All lines in the data bearing the string "saveDraft" should be identified and copied.

== Collected data entries ==

=== Section Start ===

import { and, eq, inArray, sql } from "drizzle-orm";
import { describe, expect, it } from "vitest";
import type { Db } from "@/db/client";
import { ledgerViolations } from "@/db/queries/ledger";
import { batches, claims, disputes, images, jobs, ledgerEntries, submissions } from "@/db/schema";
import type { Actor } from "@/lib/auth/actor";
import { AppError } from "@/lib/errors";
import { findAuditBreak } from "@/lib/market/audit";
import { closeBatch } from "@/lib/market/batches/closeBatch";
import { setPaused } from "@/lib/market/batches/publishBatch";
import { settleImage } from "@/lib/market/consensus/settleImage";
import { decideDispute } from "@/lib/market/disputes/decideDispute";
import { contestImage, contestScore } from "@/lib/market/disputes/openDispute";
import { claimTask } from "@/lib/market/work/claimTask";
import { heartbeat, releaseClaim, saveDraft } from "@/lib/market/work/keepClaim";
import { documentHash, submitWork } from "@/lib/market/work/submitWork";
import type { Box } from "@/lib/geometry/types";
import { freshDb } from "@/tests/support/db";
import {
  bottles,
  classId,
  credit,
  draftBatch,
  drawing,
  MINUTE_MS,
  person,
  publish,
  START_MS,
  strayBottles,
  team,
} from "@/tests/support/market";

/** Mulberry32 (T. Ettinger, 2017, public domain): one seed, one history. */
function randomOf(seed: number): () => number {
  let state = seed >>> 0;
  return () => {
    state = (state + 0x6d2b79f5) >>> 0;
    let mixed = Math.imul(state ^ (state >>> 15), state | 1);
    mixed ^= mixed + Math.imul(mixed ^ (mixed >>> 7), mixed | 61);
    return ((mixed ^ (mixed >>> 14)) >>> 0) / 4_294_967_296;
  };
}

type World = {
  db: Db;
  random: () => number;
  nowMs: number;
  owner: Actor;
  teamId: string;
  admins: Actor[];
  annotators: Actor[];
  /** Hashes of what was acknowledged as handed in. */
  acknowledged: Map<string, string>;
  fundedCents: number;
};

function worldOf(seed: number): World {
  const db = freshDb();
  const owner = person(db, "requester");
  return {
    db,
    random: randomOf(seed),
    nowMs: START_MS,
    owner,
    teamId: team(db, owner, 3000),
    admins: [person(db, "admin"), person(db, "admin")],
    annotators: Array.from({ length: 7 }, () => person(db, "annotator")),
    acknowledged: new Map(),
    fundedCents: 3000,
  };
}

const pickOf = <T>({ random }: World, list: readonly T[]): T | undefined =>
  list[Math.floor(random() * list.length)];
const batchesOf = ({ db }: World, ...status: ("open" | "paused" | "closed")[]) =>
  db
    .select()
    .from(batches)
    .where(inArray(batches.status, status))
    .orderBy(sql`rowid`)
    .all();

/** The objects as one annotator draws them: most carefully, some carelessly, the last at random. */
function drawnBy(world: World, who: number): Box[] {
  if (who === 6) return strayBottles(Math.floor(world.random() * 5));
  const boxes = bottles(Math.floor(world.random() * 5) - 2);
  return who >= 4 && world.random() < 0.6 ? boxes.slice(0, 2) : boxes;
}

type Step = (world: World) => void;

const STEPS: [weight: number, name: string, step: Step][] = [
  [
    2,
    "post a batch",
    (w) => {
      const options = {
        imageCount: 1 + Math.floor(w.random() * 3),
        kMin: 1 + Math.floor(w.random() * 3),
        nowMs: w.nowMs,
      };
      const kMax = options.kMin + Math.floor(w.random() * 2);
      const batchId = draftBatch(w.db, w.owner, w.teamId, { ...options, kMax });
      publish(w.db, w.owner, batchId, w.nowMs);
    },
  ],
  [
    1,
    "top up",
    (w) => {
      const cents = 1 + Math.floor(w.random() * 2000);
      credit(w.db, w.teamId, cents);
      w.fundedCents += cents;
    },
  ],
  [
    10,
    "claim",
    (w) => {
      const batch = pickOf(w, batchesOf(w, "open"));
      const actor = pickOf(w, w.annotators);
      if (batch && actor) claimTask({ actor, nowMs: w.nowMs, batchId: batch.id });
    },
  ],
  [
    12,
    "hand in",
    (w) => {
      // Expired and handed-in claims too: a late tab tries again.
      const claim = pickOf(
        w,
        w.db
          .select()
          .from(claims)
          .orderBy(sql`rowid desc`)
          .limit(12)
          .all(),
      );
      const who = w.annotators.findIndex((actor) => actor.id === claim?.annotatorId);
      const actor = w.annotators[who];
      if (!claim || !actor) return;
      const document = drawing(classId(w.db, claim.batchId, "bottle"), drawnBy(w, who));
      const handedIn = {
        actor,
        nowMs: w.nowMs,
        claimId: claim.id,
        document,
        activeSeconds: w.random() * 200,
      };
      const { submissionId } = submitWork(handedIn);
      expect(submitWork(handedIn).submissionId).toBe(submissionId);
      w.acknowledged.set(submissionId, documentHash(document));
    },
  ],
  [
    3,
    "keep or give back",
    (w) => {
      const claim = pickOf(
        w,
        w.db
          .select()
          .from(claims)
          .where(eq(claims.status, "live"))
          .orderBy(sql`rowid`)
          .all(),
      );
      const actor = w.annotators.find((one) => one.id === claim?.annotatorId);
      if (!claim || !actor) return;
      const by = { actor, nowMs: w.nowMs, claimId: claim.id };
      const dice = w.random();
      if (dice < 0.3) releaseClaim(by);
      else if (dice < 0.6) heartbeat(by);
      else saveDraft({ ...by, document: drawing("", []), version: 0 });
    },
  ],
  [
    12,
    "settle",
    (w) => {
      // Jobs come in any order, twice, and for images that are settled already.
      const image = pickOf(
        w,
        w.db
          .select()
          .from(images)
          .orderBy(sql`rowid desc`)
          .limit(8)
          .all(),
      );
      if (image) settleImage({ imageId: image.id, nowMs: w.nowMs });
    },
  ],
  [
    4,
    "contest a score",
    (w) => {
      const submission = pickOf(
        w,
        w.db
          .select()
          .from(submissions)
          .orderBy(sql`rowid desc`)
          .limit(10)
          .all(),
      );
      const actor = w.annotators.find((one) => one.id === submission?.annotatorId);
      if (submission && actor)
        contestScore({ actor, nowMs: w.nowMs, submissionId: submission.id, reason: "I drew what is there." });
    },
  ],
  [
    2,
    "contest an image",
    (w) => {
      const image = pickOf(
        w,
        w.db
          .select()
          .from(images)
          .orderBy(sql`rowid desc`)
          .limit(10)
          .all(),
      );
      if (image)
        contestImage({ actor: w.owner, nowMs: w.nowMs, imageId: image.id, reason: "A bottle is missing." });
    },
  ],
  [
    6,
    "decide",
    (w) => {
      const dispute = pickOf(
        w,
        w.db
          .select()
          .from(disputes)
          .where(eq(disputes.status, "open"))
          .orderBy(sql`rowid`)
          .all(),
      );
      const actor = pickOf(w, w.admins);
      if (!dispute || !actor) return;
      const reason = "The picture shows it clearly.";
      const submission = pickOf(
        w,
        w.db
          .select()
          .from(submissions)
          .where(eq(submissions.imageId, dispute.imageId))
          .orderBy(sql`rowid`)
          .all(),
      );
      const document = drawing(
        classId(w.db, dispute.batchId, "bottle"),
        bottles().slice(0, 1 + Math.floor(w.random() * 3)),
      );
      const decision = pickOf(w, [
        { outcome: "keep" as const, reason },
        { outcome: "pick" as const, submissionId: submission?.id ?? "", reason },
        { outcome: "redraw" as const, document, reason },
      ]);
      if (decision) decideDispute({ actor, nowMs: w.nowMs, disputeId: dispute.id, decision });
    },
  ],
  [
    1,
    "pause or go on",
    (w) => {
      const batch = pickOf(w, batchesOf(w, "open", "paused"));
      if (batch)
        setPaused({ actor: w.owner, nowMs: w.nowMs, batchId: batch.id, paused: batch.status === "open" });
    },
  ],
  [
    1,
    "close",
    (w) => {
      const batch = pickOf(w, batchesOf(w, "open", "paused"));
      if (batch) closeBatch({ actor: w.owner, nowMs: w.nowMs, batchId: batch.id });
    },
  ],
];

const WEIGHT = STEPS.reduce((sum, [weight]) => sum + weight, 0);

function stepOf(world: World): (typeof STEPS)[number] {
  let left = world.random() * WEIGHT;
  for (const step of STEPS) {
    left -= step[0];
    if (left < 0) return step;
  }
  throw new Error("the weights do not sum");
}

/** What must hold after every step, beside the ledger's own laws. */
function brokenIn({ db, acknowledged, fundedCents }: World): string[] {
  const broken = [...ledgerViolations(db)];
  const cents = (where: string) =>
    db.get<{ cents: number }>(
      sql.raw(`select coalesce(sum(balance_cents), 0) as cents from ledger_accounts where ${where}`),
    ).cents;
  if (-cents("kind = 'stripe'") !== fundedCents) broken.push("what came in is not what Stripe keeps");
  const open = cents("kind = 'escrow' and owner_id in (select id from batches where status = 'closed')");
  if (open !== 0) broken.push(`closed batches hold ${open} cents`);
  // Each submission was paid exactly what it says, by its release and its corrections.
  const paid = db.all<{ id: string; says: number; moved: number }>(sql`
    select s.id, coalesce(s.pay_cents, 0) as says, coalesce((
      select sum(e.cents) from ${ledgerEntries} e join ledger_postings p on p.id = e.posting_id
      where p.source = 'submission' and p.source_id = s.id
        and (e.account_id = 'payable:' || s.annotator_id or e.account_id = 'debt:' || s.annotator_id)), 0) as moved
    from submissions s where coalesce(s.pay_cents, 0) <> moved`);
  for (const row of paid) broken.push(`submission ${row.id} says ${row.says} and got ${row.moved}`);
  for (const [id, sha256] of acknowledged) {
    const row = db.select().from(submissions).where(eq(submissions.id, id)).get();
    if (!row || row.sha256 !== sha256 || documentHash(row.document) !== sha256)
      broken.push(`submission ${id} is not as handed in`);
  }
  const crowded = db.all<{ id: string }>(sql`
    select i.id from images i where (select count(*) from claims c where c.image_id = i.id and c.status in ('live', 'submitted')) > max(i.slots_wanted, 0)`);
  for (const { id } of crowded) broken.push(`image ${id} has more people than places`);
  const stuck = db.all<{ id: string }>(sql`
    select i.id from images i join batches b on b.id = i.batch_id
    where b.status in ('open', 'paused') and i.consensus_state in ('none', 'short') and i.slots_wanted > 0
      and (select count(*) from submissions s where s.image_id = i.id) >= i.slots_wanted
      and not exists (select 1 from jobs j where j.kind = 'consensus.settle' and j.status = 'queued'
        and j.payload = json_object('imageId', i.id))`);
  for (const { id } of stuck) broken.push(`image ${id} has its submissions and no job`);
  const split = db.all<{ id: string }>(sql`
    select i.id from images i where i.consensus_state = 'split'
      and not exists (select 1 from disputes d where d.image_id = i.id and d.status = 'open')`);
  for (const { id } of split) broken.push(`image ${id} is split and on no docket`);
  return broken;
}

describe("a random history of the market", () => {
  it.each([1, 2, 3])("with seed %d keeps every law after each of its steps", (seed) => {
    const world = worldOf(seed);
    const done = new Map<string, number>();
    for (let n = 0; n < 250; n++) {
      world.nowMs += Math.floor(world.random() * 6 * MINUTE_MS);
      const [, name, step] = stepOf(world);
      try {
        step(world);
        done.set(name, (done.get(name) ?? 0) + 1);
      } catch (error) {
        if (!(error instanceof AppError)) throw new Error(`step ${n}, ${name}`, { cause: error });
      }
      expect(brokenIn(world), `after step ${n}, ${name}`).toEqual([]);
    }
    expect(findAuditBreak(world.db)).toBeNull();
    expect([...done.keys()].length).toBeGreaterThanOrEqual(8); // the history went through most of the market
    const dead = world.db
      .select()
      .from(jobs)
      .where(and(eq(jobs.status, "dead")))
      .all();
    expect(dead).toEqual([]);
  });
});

=== Section End ===

== Result for this task ==
import { heartbeat, releaseClaim, saveDraft } from "@/lib/market/work/keepClaim";
      else saveDraft({ ...by, document: drawing("", []), version: 0 });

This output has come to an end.